→ **Work instruction**: Using the string "split" as the key, pull each matching line out of the records below.

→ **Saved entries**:
++++++++++++++++++++

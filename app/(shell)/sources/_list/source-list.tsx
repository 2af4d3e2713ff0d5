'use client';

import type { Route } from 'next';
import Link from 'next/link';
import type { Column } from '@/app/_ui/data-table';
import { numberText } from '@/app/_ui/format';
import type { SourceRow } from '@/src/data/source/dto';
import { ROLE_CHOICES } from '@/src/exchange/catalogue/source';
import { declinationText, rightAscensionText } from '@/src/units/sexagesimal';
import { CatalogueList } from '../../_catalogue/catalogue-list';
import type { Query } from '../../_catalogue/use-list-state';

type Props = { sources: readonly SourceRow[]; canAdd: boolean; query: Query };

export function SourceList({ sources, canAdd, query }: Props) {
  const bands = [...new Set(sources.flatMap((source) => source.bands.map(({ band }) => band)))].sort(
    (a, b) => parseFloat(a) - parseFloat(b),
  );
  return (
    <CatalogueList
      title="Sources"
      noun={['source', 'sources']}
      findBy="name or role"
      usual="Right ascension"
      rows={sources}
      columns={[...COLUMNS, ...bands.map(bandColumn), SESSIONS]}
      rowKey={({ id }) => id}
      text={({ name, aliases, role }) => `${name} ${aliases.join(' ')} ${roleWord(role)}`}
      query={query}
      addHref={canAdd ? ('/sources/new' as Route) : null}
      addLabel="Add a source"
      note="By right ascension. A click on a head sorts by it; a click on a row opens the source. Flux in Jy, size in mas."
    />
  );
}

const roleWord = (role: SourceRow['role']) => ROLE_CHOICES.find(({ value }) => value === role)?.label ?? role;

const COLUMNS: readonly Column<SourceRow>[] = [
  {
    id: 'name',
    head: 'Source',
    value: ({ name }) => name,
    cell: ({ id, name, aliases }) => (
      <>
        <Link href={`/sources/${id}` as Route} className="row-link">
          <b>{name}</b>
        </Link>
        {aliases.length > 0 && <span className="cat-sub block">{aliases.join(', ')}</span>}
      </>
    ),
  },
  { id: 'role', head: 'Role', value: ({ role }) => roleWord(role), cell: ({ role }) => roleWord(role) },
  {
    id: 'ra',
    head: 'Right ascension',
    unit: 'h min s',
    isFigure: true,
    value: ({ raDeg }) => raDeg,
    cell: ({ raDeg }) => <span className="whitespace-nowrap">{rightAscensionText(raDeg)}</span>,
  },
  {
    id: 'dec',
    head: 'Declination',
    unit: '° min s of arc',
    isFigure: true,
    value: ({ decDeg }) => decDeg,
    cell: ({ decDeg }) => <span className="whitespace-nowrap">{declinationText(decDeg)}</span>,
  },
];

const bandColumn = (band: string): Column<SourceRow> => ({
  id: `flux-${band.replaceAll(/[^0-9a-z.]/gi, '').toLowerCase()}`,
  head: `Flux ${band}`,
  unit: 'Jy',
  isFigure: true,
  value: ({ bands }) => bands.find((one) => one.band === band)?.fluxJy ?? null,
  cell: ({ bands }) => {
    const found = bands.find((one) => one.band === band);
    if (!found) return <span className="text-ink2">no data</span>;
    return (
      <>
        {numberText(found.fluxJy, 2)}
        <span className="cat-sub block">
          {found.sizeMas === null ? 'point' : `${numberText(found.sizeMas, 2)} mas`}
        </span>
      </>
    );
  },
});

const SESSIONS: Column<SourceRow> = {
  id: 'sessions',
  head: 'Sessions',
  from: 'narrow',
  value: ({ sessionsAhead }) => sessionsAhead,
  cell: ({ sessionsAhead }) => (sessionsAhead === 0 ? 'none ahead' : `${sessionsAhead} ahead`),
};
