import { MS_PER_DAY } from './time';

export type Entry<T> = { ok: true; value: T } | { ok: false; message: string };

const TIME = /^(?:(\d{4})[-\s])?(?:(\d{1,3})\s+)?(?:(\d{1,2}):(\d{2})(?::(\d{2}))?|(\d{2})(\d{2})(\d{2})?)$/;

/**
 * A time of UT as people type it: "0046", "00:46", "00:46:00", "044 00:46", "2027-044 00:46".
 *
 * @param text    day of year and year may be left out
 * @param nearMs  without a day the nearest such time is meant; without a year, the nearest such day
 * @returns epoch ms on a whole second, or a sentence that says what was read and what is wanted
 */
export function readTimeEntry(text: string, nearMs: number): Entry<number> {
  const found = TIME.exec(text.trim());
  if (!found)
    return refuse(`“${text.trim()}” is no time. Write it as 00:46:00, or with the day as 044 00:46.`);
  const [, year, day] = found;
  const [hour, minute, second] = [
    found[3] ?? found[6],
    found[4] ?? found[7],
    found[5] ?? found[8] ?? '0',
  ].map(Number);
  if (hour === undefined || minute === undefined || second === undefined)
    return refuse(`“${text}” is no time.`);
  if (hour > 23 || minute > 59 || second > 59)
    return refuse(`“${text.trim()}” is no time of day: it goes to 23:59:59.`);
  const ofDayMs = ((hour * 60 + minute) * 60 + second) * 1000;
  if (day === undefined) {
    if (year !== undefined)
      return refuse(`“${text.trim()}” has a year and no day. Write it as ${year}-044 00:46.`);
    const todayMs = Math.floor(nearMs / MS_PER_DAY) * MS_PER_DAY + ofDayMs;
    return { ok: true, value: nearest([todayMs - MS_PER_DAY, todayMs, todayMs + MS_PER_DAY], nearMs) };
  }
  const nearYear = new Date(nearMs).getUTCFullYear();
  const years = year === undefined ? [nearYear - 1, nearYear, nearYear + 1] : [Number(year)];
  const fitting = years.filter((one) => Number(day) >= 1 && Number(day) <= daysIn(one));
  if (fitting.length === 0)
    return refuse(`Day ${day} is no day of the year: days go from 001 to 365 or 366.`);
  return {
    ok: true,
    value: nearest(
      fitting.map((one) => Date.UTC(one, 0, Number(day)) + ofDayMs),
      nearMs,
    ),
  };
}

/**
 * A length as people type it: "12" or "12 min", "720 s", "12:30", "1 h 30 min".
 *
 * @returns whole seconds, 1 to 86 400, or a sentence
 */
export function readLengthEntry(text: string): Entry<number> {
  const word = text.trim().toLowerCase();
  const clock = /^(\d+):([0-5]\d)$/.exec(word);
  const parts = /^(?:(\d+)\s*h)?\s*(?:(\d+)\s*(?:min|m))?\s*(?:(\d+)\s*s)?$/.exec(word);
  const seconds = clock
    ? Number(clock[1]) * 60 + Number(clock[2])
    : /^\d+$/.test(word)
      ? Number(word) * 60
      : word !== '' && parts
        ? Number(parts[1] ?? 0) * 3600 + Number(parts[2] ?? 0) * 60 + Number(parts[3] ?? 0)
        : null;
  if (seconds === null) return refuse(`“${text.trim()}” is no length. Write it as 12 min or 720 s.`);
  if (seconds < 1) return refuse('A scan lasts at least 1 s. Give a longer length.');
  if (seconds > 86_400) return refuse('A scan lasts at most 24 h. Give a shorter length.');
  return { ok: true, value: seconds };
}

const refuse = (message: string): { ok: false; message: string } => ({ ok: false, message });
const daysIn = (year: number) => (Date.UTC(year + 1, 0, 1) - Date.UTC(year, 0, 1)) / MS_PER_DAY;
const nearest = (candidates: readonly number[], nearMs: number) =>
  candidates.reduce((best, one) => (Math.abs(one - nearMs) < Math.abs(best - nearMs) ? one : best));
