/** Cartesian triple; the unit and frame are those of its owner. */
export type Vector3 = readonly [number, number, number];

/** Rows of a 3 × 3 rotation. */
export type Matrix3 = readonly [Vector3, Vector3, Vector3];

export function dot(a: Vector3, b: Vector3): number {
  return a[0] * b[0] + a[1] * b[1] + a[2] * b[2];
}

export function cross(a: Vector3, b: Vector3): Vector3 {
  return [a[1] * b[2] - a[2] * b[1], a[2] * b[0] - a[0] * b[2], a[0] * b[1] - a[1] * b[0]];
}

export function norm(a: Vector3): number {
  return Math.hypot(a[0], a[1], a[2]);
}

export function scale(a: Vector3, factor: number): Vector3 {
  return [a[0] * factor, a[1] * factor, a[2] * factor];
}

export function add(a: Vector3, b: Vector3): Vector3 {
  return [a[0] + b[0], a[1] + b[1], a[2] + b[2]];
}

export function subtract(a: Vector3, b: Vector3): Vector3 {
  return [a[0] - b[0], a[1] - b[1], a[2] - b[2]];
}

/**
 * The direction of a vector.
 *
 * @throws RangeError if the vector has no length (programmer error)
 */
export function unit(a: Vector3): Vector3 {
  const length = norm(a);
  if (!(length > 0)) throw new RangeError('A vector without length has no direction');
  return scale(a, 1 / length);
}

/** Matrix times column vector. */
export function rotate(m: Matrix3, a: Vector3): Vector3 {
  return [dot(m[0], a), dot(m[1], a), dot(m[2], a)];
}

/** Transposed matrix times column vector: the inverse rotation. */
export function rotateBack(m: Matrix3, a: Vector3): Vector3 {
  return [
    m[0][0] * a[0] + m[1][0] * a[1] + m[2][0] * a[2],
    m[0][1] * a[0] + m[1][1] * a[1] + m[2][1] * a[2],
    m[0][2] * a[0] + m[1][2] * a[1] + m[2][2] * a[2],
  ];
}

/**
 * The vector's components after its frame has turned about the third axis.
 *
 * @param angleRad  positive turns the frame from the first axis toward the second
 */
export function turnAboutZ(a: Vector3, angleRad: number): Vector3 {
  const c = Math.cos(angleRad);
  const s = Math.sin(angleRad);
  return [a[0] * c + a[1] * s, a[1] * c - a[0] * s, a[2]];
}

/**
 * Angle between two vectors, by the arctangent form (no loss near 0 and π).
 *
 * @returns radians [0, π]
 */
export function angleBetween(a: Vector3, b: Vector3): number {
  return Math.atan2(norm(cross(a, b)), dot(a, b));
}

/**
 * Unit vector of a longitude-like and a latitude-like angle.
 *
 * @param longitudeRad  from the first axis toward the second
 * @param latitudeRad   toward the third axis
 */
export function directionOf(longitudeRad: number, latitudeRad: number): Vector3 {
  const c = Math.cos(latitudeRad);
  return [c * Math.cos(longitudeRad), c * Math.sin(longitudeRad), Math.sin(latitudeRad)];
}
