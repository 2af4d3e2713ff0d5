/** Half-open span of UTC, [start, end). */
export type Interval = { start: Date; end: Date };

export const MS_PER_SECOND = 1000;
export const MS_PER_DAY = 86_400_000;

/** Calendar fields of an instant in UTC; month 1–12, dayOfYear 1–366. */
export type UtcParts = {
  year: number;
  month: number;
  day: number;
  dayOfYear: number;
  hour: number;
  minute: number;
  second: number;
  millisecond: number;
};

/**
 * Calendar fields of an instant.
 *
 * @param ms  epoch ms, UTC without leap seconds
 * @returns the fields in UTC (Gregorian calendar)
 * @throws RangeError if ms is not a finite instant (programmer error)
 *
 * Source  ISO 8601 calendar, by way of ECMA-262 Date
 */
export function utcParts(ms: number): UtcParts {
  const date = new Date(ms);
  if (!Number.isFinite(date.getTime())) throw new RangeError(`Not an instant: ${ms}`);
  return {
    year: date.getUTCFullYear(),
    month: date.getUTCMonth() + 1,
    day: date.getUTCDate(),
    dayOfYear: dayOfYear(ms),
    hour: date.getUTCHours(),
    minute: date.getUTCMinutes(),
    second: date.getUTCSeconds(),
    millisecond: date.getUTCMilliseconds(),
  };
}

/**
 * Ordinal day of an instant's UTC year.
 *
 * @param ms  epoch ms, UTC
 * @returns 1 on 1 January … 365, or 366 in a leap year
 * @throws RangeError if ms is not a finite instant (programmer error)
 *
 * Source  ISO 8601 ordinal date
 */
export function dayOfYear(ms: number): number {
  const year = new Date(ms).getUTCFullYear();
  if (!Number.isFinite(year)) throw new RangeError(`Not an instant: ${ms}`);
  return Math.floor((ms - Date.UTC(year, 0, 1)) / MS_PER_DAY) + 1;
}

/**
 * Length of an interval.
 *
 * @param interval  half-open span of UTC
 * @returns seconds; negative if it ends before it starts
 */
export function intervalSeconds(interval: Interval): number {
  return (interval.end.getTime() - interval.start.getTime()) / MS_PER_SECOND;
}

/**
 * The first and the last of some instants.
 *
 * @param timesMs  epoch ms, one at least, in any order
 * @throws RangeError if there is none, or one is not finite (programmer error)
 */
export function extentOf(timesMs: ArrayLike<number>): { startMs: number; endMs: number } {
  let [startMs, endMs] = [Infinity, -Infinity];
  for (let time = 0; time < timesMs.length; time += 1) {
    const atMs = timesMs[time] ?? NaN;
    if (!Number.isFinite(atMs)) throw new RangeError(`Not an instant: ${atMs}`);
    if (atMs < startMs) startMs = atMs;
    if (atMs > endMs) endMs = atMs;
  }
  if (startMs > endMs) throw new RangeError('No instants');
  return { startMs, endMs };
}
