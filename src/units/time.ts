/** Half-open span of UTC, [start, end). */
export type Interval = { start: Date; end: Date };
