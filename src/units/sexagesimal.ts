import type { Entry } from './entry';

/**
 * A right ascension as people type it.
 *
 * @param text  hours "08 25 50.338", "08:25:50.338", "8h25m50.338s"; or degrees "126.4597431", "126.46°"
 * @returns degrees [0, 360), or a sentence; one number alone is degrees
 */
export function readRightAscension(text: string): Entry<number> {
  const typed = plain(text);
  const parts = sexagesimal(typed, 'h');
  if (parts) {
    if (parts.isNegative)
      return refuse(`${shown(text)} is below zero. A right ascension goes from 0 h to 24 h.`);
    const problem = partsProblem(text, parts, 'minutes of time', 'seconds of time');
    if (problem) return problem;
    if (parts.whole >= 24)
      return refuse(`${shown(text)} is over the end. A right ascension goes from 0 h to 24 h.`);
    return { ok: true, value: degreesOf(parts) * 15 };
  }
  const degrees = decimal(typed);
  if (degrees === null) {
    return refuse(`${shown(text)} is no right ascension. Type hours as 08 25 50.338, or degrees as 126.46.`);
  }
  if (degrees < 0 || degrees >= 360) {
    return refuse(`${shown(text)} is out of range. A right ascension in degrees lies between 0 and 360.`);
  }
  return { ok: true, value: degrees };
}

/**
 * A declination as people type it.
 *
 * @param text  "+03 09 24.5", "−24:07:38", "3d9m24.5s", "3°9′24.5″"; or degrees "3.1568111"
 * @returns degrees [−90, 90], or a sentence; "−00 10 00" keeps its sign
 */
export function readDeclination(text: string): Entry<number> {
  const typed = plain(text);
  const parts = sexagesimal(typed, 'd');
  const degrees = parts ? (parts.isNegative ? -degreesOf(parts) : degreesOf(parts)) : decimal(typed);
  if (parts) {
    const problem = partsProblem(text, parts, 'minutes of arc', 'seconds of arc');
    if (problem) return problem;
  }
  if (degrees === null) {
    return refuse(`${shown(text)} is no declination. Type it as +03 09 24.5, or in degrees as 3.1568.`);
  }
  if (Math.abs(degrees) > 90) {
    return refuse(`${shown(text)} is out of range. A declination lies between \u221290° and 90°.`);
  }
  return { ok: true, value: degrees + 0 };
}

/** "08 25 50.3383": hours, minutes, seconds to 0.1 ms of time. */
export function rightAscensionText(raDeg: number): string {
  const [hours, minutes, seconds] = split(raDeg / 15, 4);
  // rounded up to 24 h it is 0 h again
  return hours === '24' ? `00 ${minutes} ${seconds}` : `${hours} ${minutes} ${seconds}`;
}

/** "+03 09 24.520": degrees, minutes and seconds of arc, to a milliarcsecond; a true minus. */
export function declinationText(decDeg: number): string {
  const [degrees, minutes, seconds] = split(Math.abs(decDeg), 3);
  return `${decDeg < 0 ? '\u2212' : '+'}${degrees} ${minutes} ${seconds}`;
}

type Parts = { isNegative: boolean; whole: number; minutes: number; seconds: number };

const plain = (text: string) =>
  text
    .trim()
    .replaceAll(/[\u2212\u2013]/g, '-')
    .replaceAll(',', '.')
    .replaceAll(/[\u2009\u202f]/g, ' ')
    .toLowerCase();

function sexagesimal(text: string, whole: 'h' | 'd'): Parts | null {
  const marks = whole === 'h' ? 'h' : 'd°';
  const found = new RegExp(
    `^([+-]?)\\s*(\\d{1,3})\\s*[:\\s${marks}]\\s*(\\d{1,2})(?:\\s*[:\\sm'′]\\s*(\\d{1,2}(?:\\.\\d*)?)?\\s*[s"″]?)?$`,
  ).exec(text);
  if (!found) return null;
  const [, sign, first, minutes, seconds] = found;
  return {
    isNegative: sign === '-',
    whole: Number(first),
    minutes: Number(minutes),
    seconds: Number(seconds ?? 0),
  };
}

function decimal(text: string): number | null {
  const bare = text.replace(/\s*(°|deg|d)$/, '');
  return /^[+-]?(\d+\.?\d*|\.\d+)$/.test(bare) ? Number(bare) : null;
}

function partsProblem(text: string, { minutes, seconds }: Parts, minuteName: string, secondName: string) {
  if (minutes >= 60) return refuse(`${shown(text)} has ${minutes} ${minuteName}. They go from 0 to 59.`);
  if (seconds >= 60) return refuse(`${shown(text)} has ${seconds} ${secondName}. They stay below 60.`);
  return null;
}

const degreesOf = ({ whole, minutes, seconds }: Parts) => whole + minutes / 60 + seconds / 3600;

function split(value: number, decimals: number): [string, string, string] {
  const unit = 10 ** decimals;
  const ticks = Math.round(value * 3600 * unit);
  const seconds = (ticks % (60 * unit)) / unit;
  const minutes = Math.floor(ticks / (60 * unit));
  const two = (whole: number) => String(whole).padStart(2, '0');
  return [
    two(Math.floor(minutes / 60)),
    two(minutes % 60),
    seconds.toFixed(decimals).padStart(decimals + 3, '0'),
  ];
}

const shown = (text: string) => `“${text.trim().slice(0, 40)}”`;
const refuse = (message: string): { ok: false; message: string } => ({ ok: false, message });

++++++++++++++++++++

→ **Your response**:
  const [hours, minutes, seconds] = split(raDeg / 15, 4);
  const [degrees, minutes, seconds] = split(Math.abs(decDeg), 3);
function split(value: number, decimals: number): [string, string, string] {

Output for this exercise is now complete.